SOURCE INFORMATION START

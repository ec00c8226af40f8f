#include "sheetmill/sheet/layout.hpp"

#include <cairo-pdf.h>

#include <catch2/catch.hpp>

#include "sheetmill/core/error.hpp"
#include "sheetmill/core/handles.hpp"
#include "sheetmill/core/units.hpp"
#include "sheetmill/sheet/grid.hpp"
#include "sheetmill/sheet/sheet_crs.hpp"
#include "sheetmill/text/shaping.hpp"
#include "support/pdf_words.hpp"
#include "support/test_env.hpp"

using namespace sheetmill;
using namespace sheetmill::sheet;

namespace {

project::Project utm_project() {
  project::Project p;
  p.crs = "EPSG:32633";
  p.scale = 25000;
  p.paper = {"A1", 841, 594};
  p.extent.box = Box::of(500000, 5200000, 510000, 5208000);
  return p;
}

}  // namespace

// Common practice / definition of scale: at 1:25 000, 1 km on the ground is 1 000 000 mm / 25 000
// = 40 mm on paper; the brief allows 0.05 mm.
TEST_CASE("the frame is at the exact scale", "[sheet]") {
  style::Style style;
  auto L = compute_layout(utm_project(), style, std::nullopt);
  Point a = L.frame.to_page({501000, 5204000}), b = L.frame.to_page({502000, 5204000});
  CHECK(distance(a, b) == Approx(40.0).margin(0.05));
  CHECK(L.map_box_mm.width() == Approx(400.0).margin(1e-9));
  CHECK(L.map_box_mm.height() == Approx(320.0).margin(1e-9));
  // Everything stays on the paper, inside the margins.
  double m = style.furniture.margin_mm;
  for (const Box& b : {L.collar_box_mm, L.title_box_mm, L.legend_box_mm, L.scale_box_mm,
                       L.north_box_mm, L.notes_box_mm, L.diagrams_box_mm}) {
    CHECK(b.min_x >= m - 1e-9);
    CHECK(b.min_y >= m - 1e-9);
    CHECK(b.max_x <= L.page_w_mm - m + 1e-9);
    CHECK(b.max_y <= L.page_h_mm - m + 1e-9);
  }
  CHECK(L.legend_box_mm.min_x > L.collar_box_mm.max_x);
  // Other scales: 1:24 000 puts 2 000 ft in one inch (common practice, US 7.5' quadrangles).
  auto p = utm_project();
  p.scale = 24000;
  auto L24 = compute_layout(p, style, std::nullopt);
  Point c = L24.frame.to_page({501000, 5204000});
  Point d = L24.frame.to_page({501000 + 2000 * kMetresPerFoot, 5204000});
  CHECK(distance(c, d) == Approx(25.4).margin(0.05));
}

TEST_CASE("an extent too large for the paper is an input error", "[sheet]") {
  auto p = utm_project();
  p.extent.box = Box::of(500000, 5200000, 530000, 5208000);  // 1200 mm wide at 1:25 000
  style::Style style;
  CHECK_THROWS_AS(compute_layout(p, style, std::nullopt), Error);
}

TEST_CASE("an extent from a centre fills the map area", "[sheet]") {
  auto p = utm_project();
  p.extent = {};
  p.extent.centre = Point{505000, 5204000};
  style::Style style;
  auto L = compute_layout(p, style, std::nullopt);
  CHECK(L.frame.ground.centre().x == Approx(505000));
  CHECK(L.frame.ground.centre().y == Approx(5204000));
  CHECK(L.map_box_mm.width() == std::floor(L.map_box_mm.width()));
  CHECK(L.map_box_mm.width() > 600);
}

// The grid labels land where their lines are: pdftotext (poppler, an outside reader) reports the
// words' boxes; a label's principal digits are centred on the easting's page position
// x = origin + (E - E_min) x 1000 / N, computed here from the scale alone.
TEST_CASE("grid label positions on the page", "[sheet]") {
  test::TempDir dir("grid");
  style::Style style;
  auto L = compute_layout(utm_project(), style, std::nullopt);
  text::FontCache fonts;
  auto pdf = dir / "grid.pdf";
  {
    CairoSurfacePtr surface(
        cairo_pdf_surface_create(pdf.c_str(), L.page_w_mm * kPtPerMm, L.page_h_mm * kPtPerMm));
    CairoPtr cr(cairo_create(surface.get()));
    cairo_scale(cr.get(), kPtPerMm, kPtPerMm);
    GridOptions opt;
    opt.graticule = false;
    draw_neatline_and_grid(cr.get(), L, style, fonts, opt);
    cr.reset();
    cairo_surface_finish(surface.get());
  }
  auto words = test::pdf_words(pdf);
  REQUIRE(!words.empty());
  const double origin_x = L.map_box_mm.min_x;
  // poppler splits words where the type size changes, so the large principal digits are a word
  // of their own: "03" of easting 503 000 above and below the frame.
  double x = origin_x + (503000 - 500000) * 1000.0 / 25000;
  int found = 0;
  for (const auto& w : words) {
    bool above = w.box_mm().max_y<L.map_box_mm.min_y, below = w.box_mm().min_y> L.map_box_mm.max_y;
    if (w.text != "03" || !(above || below)) continue;
    ++found;
    CHECK(w.box_mm().centre().x == Approx(x).margin(0.2));
  }
  CHECK(found == 2);
  // Northing 5 204 000 ("52" small, "04" large) left and right of the frame, reading up the
  // page: the principal digits' advance is centred on the line, so their word box is too.
  double y = L.map_box_mm.min_y + (5208000 - 5204000) * 1000.0 / 25000;
  found = 0;
  for (const auto& w : words) {
    bool left = w.box_mm().max_x<L.map_box_mm.min_x, right = w.box_mm().min_x> L.map_box_mm.max_x;
    if (w.text != "04" || !(left || right)) continue;
    ++found;
    CHECK(w.box_mm().centre().y == Approx(y).margin(0.2));
  }
  CHECK(found == 2);
  // Full values at the corners: the westernmost easting carries "000m" and "E".
  bool full = false;
  for (std::size_t i = 0; i + 1 < words.size(); ++i) {
    full = full || (words[i].text == "000m" && words[i + 1].text == "E");
  }
  CHECK(full);
}

// A second grid in the neighbouring UTM zone (EPSG:32634): its lines are curves on this sheet,
// labelled in kilometres. The line through the sheet centre is found by PROJ independently of the
// drawing code and its label must be in the page's text.
TEST_CASE("second grid in another CRS", "[sheet]") {
  test::TempDir dir("grid2");
  style::Style style;
  auto L = compute_layout(utm_project(), style, std::nullopt);
  text::FontCache fonts;
  auto pdf = dir / "grid2.pdf";
  {
    CairoSurfacePtr surface(
        cairo_pdf_surface_create(pdf.c_str(), L.page_w_mm * kPtPerMm, L.page_h_mm * kPtPerMm));
    CairoPtr cr(cairo_create(surface.get()));
    cairo_scale(cr.get(), kPtPerMm, kPtPerMm);
    GridOptions opt;
    opt.graticule = false;
    opt.second_grid_crs = "EPSG:32634";
    opt.second_interval_m = 1000;
    draw_neatline_and_grid(cr.get(), L, style, fonts, opt);
    REQUIRE(cairo_status(cr.get()) == CAIRO_STATUS_SUCCESS);
    cr.reset();
    cairo_surface_finish(surface.get());
  }
  Reprojector to2("EPSG:32633", "EPSG:32634");
  Point c2 = to2.forward(L.frame.ground.centre());
  std::string km = std::to_string(static_cast<long>(std::floor(c2.x / 1000)));
  bool found = false;
  for (const auto& w : test::pdf_words(pdf)) found = found || w.text == km;
  CHECK(found);
}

SOURCE INFORMATION END

◆ WHAT YOU SHOULD DO: Search the entries for the word "left" and copy every line that holds it.

◆ YOUR SOLUTION:
  // Northing 5 204 000 ("52" small, "04" large) left and right of the frame, reading up the
    bool left = w.box_mm().max_x<L.map_box_mm.min_x, right = w.box_mm().min_x> L.map_box_mm.max_x;
    if (w.text != "04" || !(left || right)) continue;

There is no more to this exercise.